(Stored data entries)
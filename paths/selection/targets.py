"""Penalties for many targets at once: every rule, per target, vectorized over targets.

One factorization serves every target (the projections :math:`C = U^T Y` are
r × t); every criterion is a (k, t) matrix of the path, and each rule's choice
is found for all targets together:

- ``gcv`` and ``loo``: the grid minimum of each target, then golden-section
  search on :math:`\\log\\lambda` between its neighbours, all targets in one
  step (each step evaluates target ``j`` at its own penalty: O(r t) for GCV,
  O(n r t) for leave-one-out, :func:`paths.core.algebra.gcv_paired` and
  :func:`paths.core.algebra.loo_paired`), down to a bracket of
  :data:`COARSE` in :math:`\\log\\lambda`, then one step to the vertex of the
  parabola through the best three points; the best point evaluated is kept.
  A minimum at an edge of the grid extends the grid half a decade a step, up
  to 12 decades, as :func:`paths.selection.rules.select_penalty` does.
- ``cv`` and ``one-se``: K-fold errors have no per-target form, so the refinement
  is on a fine grid (:data:`FINE` log-spaced penalties inside every bracket any
  target needs, evaluated once for all targets).
- ``df``: the same penalty for every target; ``fraction``: bisection on
  :math:`\\log\\lambda` for all targets at once; ``hkb``, ``lw``, ``isotropic``:
  closed forms; ``reml``: the profile on a grid, golden section, and the
  likelihood-ratio interval by bisection, all vectorized.

The result, :class:`TargetSelection`, holds one :class:`RuleChoices` (arrays of
length t) per rule; :meth:`TargetSelection.report` gives the per-target
:class:`~paths.selection.rules.SelectionReport` of ``select_penalty``.

References
----------
Kiefer, J. (1953). Sequential minimax search for a maximum. *Proc. Amer. Math.
Soc.* 4, 502–506 (golden-section search).
"""
from __future__ import annotations

from dataclasses import dataclass

import numpy as np

from paths.core import algebra
from paths.core.grid import lambda_for_df
from paths.data.validation import InputError
from paths.selection.rules import (RemlSelection, Selection, SelectionReport, check_selection,
                                   noise_variance, setting_note)

__all__ = ["COARSE", "FINE", "RuleChoices", "TargetSelection", "Minima", "minimize_targets",
           "select_targets"]

#: golden-section search stops at this bracket width in log(lambda) (then a parabola step)
COARSE = 1e-3
#: penalties per bracket of the fine grid (K-fold rules; each costs a K-fold grid column
#: for every target, so few)
FINE = 6
_CV_CHUNK = 32  # penalties per K-fold evaluation (bounds its held-out residual blocks)
_INV_PHI = (np.sqrt(5.0) - 1.0) / 2.0
_N_EXTEND = 24  # up to 12 decades beyond the edge, half a decade a step
_CHI2_1_95 = 3.841458820694124  # 0.95 quantile of chi-square(1) (scipy.stats.chi2.ppf)
_CV_EST_TARGETS = 64  # up to this many targets, K-fold estimates at every rule's choice


# ---------------------------------------------------------------------- minimize
@dataclass(frozen=True)
class Minima:
    """Per-target minima of a criterion (arrays of length t).

    Attributes
    ----------
    lam, value : ndarray
        The refined penalty and the criterion there (the best point evaluated).
    index : ndarray of int
        Grid index (in the grid's own order) of the grid minimum.
    refined, extended : ndarray of bool
    notes : tuple of str
    """

    lam: np.ndarray
    value: np.ndarray
    index: np.ndarray
    refined: np.ndarray
    extended: np.ndarray
    notes: tuple


def minimize_targets(grid_fn, lambdas, values, paired_fn=None) -> Minima:
    """Minimize a criterion given on a grid, for every target at once.

    Parameters
    ----------
    grid_fn : callable
        ``grid_fn(lams (m,), idx (b,)) -> (m, b)``: the criterion of targets
        ``idx`` at the penalties ``lams``.
    lambdas : array_like, shape (k,)
    values : array_like, shape (k, t)
    paired_fn : callable, optional
        ``paired_fn(lam (b,), idx (b,)) -> (b,)``: target ``idx[i]`` at
        ``lam[i]``.  With it, golden section (then a parabola step); without,
        a fine grid in each bracket.

    Returns
    -------
    Minima
    """
    lam = np.asarray(lambdas, dtype=float)
    vals = np.asarray(values, dtype=float).reshape(lam.size, -1)
    order = np.argsort(lam)
    ls, vs = lam[order], vals[order]
    k, t = vs.shape
    cols = np.arange(t)
    i = np.argmin(vs, axis=0)
    st = dict(lam=ls[i].copy(), value=vs[i, cols].copy(), lo=np.zeros(t), hi=np.zeros(t),
              flo=np.zeros(t), fhi=np.zeros(t), active=np.ones(t, bool),
              extended=np.zeros(t, bool), notes=[""] * t)
    if k == 1:
        st["notes"] = ["single penalty: nothing to refine"] * t
        st["active"][:] = False
    else:
        inner = i < k - 1
        inner &= (i > 0) | (ls[0] == 0)
        lo_i = np.maximum(i - 1, 0)
        hi_i = np.where(i == 0, 1, i + 1)
        for key, src in (("lo", ls[lo_i]), ("hi", ls[np.minimum(hi_i, k - 1)])):
            st[key] = np.where(inner, src, 0.0)
        st["flo"] = np.where(inner, vs[lo_i, cols], 0.0)
        st["fhi"] = np.where(inner, vs[np.minimum(hi_i, k - 1), cols], 0.0)
        for up in (True, False):
            edge = np.flatnonzero((i == k - 1) if up else ((i == 0) & (ls[0] > 0)))
            if edge.size:
                _extend(st, grid_fn, ls, vs, i, edge, up)
        pos = ls[ls > 0]
        small = st["active"] & (st["lo"] <= 0)
        st["lo"][small] = (np.minimum(pos.min(), st["hi"][small]) * 1e-3 if pos.size
                           else st["hi"][small] * 1e-12)
        if small.any():  # the bracket's lower end moved off 0: evaluate it there
            st["flo"][small] = _at(grid_fn, paired_fn, st["lo"][small], np.flatnonzero(small))
    act = np.flatnonzero(st["active"])
    if act.size:
        refine = _golden if paired_fn is not None else _fine_grid
        lam_r, val_r = refine(grid_fn, paired_fn, st, act)
        better = val_r <= st["value"][act]
        st["lam"][act[better]] = lam_r[better]
        st["value"][act[better]] = val_r[better]
    refined = st["active"].copy()
    return Minima(lam=st["lam"], value=st["value"], index=order[i], refined=refined,
                  extended=st["extended"], notes=tuple(st["notes"]))


def _at(grid_fn, paired_fn, lam, idx):
    """The criterion of targets ``idx`` each at its own penalty ``lam``."""
    if paired_fn is not None:
        return np.asarray(paired_fn(lam, idx), dtype=float)
    out = np.empty(idx.size)
    for u in np.unique(lam):
        sel = lam == u
        out[sel] = grid_fn(np.array([u]), idx[sel])[0]
    return out


def _extend(st, grid_fn, ls, vs, i, edge, up):
    """Extend the grid past its edge for targets ``edge`` (see :func:`minimize_targets`)."""
    k = ls.size
    steps = 10.0 ** (0.5 * np.arange(1, _N_EXTEND + 1))
    e = k - 1 if up else 0
    nb = k - 2 if up else 1
    ext = ls[e] * steps if up else ls[e] / steps
    ev = np.asarray(grid_fn(ext, edge), dtype=float).reshape(ext.size, edge.size)
    seq_l = np.concatenate([[ls[nb], ls[e]], ext])
    seq_v = np.vstack([vs[nb, edge], vs[e, edge], ev])  # (m + 2, b)
    rise = np.diff(seq_v[1:], axis=0) > 1e-9 * np.abs(seq_v[2:])
    has = rise.any(axis=0)
    first = np.argmax(rise, axis=0) + 1  # seq index of the bracketed minimum
    st["extended"][edge] = True
    for pos, j in enumerate(edge):
        if has[pos]:
            jj = first[pos]
            a, b = seq_l[jj - 1], seq_l[jj + 1]
            fa, fb = seq_v[jj - 1, pos], seq_v[jj + 1, pos]
            if a > b:
                a, b, fa, fb = b, a, fb, fa
            st["lo"][j], st["hi"][j], st["flo"][j], st["fhi"][j] = a, b, fa, fb
            st["lam"][j], st["value"][j] = seq_l[jj], seq_v[jj, pos]
            st["notes"][j] = (f"the grid minimum was at the {'largest' if up else 'smallest'} "
                              f"penalty; the grid was extended to lambda = {seq_l[jj + 1]:.3g} "
                              "to bracket it")
            continue
        st["active"][j] = False
        kk = int(np.argmin(seq_v[:, pos]))
        st["lam"][j], st["value"][j] = seq_l[kk], seq_v[kk, pos]
        st["notes"][j] = (f"criterion still decreasing at lambda = {ext[-1]:.3g} (grid "
                          "extended 12 decades): the intercept-only model is preferred")
    if up:
        return
    still = np.array([not has[pos] for pos in range(edge.size)])
    if still.any():
        sub = edge[still]
        v0 = np.asarray(grid_fn(np.array([0.0]), sub), dtype=float).reshape(-1)
        for pos, j in enumerate(sub):
            if v0[pos] <= st["value"][j] * (1 + 1e-9):
                st["lam"][j], st["value"][j] = 0.0, v0[pos]
                st["notes"][j] = ("criterion decreases all the way to the minimum-norm limit "
                                  "lambda -> 0+ (grid extended 12 decades down)")
            else:
                st["notes"][j] = f"criterion still decreasing at lambda = {ext[-1]:.3g}"


def _golden(grid_fn, paired_fn, st, act):
    """Golden section on log(lambda) for targets ``act`` down to :data:`COARSE`, then the
    vertex of the parabola through the best three points; returns (lam, value)."""
    a, b = np.log(st["lo"][act]), np.log(st["hi"][act])
    fa, fb = st["flo"][act].copy(), st["fhi"][act].copy()
    c = b - _INV_PHI * (b - a)
    d = a + _INV_PHI * (b - a)
    fc, fd = paired_fn(np.exp(c), act), paired_fn(np.exp(d), act)
    for _ in range(200):
        if np.max(b - a) <= COARSE:
            break
        left = fc < fd  # the minimum is in [a, d]
        b, fb = np.where(left, d, b), np.where(left, fd, fb)
        a, fa = np.where(left, a, c), np.where(left, fa, fc)
        x = np.where(left, b - _INV_PHI * (b - a), a + _INV_PHI * (b - a))
        fx = paired_fn(np.exp(x), act)
        c, d, fc, fd = (np.where(left, x, d), np.where(left, c, x),
                        np.where(left, fx, fd), np.where(left, fc, fx))
    left = fc < fd
    x0, x1, x2 = np.where(left, a, c), np.where(left, c, d), np.where(left, d, b)
    f0, f1, f2 = np.where(left, fa, fc), np.where(left, fc, fd), np.where(left, fd, fb)
    num = (x1 - x0) ** 2 * (f1 - f2) - (x1 - x2) ** 2 * (f1 - f0)
    den = (x1 - x0) * (f1 - f2) - (x1 - x2) * (f1 - f0)
    with np.errstate(divide="ignore", invalid="ignore"):
        xv = x1 - 0.5 * num / den
    xv = np.where(np.isfinite(xv), np.clip(xv, x0, x2), x1)
    fv = paired_fn(np.exp(xv), act)
    cand_x = np.stack([c, d, xv])
    cand_f = np.stack([fc, fd, fv])
    best = np.argmin(cand_f, axis=0)
    cols = np.arange(act.size)
    return np.exp(cand_x[best, cols]), cand_f[best, cols]


def _fine_grid(grid_fn, paired_fn, st, act):
    """:data:`FINE` log-spaced penalties inside each target's bracket (shared between
    targets with the same bracket), evaluated once; returns (lam, value) of the best."""
    lo, hi = st["lo"][act], st["hi"][act]
    pairs, inv = np.unique(np.stack([lo, hi], axis=1), axis=0, return_inverse=True)
    inv = np.asarray(inv).reshape(-1)
    pts = np.concatenate([np.geomspace(a, b, FINE + 2)[1:-1] for a, b in pairs])
    vals = np.asarray(grid_fn(pts, act), dtype=float).reshape(len(pairs), FINE, act.size)
    cols = np.arange(act.size)
    mine = vals[inv, :, cols]  # (b, FINE): each target on its own bracket
    j = np.argmin(mine, axis=1)
    return pts.reshape(len(pairs), FINE)[inv, j], mine[cols, j]
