def _read_netcdf(path: Path, file: str, time: str, specs: Sequence[ColumnSpec], factors: dict[str, tuple[float, float]], clock: Clock, case_file: str) -> _Raw:
    import xarray as xr

    if not clock.is_utc:
        raise SeriesError(
            case_file,
            "series.timezone",
            f"{file} is netCDF, whose CF times are UTC (or carry their offset in the units); "
            f"timezone {clock.text!r} does not apply: remove it or set it to 'UTC'",
        )
    try:
        ds = xr.open_dataset(path, decode_times=True)
    except Exception as exc:  # the backends raise many types for unreadable files
        raise SeriesError(file, "series.file", f"cannot read as netCDF ({exc})") from None
    with ds:
        present = ", ".join(repr(str(v)) for v in ds.variables)
        if time not in ds.variables:
            raise SeriesError(file, f"variable {time}", f"no time variable {time!r}; the variables are: {present}")
        tv = ds[time]
        if tv.ndim != 1:
            raise SeriesError(file, f"variable {time}", f"the time variable must be one-dimensional, it has dimensions {tv.dims}")
        if tv.dtype.kind != "M":
            if tv.dtype.kind == "O":
                reason = "times use a non-standard calendar; only the standard (Gregorian) calendar is supported"
            else:
                reason = "times did not decode as CF time: give the variable units like 'hours since 2026-01-01 00:00:00'"
            raise SeriesError(file, f"variable {time}", reason)
        stamps = tv.values
        bad = np.flatnonzero(np.isnat(stamps))
        if bad.size:
            raise SeriesError(file, f"{time}[{bad[0]}], variable {time}", "missing time (NaT)")
        ms = stamps.astype("datetime64[ms]").astype(np.int64)
        seconds = (ms + 500) // 1000
        check_years(seconds, lambda i: (file, f"{time}[{i}], variable {time}"))
        raw: dict[str, np.ndarray] = {}
        for spec in specs:
            if spec.column in raw:
                continue
            if spec.column not in ds.variables:
                raise SeriesError(file, f"variable {spec.column}", f"no data variable {spec.column!r}; the variables are: {present}")
            var = ds[spec.column]
            if var.dims != tv.dims:
                raise SeriesError(
                    file, f"variable {spec.column}", f"must have the dimension of the time variable {tv.dims}, it has {var.dims}"
                )
            _check_declared_unit(var.attrs.get("units"), spec, factors[spec.name], file, case_file)
            try:
                raw[spec.column] = np.asarray(var.values, dtype=np.float64)
            except (TypeError, ValueError):
                raise SeriesError(file, f"variable {spec.column}", f"is not numeric (dtype {var.dtype})") from None
    return _Raw(seconds, raw, lambda i: f"{time}[{i}]", lambda c: f"variable {c}", "cf")


def _is_netcdf(path: Path, data: bytes) -> bool:
    return path.suffix.lower() in _NETCDF_SUFFIXES or data[:3] == b"CDF" or data[:4] == b"\x89HDF"


# ---------------------------------------------------------------------------
# checks shared by both formats


def _check_order(t: np.ndarray, raw: _Raw, file: str, time: str) -> None:
    step = np.diff(t)
    bad = np.flatnonzero(step <= 0)
    if not bad.size:
        return
    i = int(bad[0]) + 1
    key = f"{raw.row(i)}, {raw.column(time)}"
    if step[i - 1] == 0:
        raise SeriesError(file, key, f"duplicate time {_iso(t[i] + _EPOCH64)} (same as {raw.row(i - 1)})")
    raise SeriesError(
        file,
        key,
        f"time {_iso(t[i] + _EPOCH64)} is earlier than {_iso(t[i - 1] + _EPOCH64)} in {raw.row(i - 1)}: "
        "rows must be in time order",
    )


#: Share of a file's intervals that one interval must make up for the file to be regular.
REGULAR_SHARE = 0.8


def _missing_rows(t: np.ndarray, raw: _Raw, file: str, time: str) -> FilledGaps | None:
    """The intervals between rows longer than :data:`MISSING_ROW_FACTOR` times the
    file's usual interval (rows missing from a regular file), or None; call
    before :func:`_bridge_gaps`, on the file's own rows.  A file is regular
    when one interval makes up at least :data:`REGULAR_SHARE` of them; a file
    whose steps vary on purpose has no rows "missing"."""
    step = np.diff(t)
    if step.size < 4:
        return None
    values, counts = np.unique(step, return_counts=True)
    if counts.max() < REGULAR_SHARE * step.size:
        return None
    median = float(values[int(np.argmax(counts))])  # the usual interval
    long = np.flatnonzero(step > MISSING_ROW_FACTOR * median)
    if not long.size or median <= 0:
        return None
    rows = [max(int(round(step[g] / median)) - 1, 1) for g in long]
    places = tuple(
        f"after {_iso(t[g] + _EPOCH64)} ({raw.row(int(g))}, {format_duration(float(step[g]), approximate=True)} to the next row)"
        for g in long
    )
    column = f"{raw.column(time)} (usual interval {format_duration(median, approximate=True)})"
    return FilledGaps(file, column, "missing rows", int(long.size), int(sum(rows)), places)
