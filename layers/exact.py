"""The exact path: linear, time-invariant cases advanced exactly in time.

Where no coefficient depends on temperature (constant conductivities, fixed
films, temperature, flux or adiabatic boundaries, no contents) the
semi-discrete system of :mod:`layers.march`,

    C dT/dt = -K T + e_in beta_in(t) + e_out beta_out(t),
    beta(t) = G (theta(t) - 0) + Q(t)   (the Thevenin drive of each side),

is diagonalised once: with y = C^(1/2) T the matrix A = C^(-1/2) K C^(-1/2)
is symmetric tridiagonal, A = V diag(lambda) V^T (LAPACK ``stemr`` through
:func:`scipy.linalg.eigh_tridiagonal`), and each mode z = V^T y obeys

    dz_j/dt = -lambda_j z_j + p_j beta(t),      p = V^T C^(-1/2) e.

Taking each drive linear between the step's end points (exact for series
sampled at the step or at a multiple of it, which the reader interpolates
linearly) a step of length h is exact (exponential integrator; Hochbruck &
Ostermann, Acta Numerica 19, 2010, the phi-functions, from memory):

    z(h) = e^(-s) z(0) + h p [beta_0 (phi_1 - phi_2) + beta_1 phi_2],  s = lambda h,

and so is the heat through each surface over the step, from the exact
integral of the modes,

    int_0^h z = h phi_1 z(0) + h^2 p [beta_0 (phi_2 - phi_3) + beta_1 phi_3],

with phi_1 = (1 - e^-s)/s, phi_2 = (1 - phi_1)/s, phi_3 = (1/2 - phi_2)/s.
The energy balance closes at round-off and, for forcing that is linear
between steps (constants, series sampled on the step times), there is no
time-step error: the only error left is the mesh's.  Forcing that is not
(a generated cycle, a series sampled between the steps) is interpolated
linearly between the steps; ``scheme = "auto"`` then steps with TR-BDF2
instead (:func:`layers.simulation.scheme_for`).  The periodic state is exact too: one period
from rest gives the forced response r, and the periodic start is
z_0 = r / (1 - e^(-lambda P)) mode by mode.
"""

from __future__ import annotations

import functools
import math
from collections.abc import Callable
from typing import NamedTuple

import numpy as np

• Your goal
Please reproduce, exactly as written, the lines of the records from the first line through the one containing "r × t); every".

• Task output
filename paths/selection/targets.py
"""Penalties for many targets at once: every rule, per target, vectorized over targets.

One factorization serves every target (the projections :math:`C = U^T Y` are
r × t); every criterion is a (k, t) matrix of the path, and each rule's choice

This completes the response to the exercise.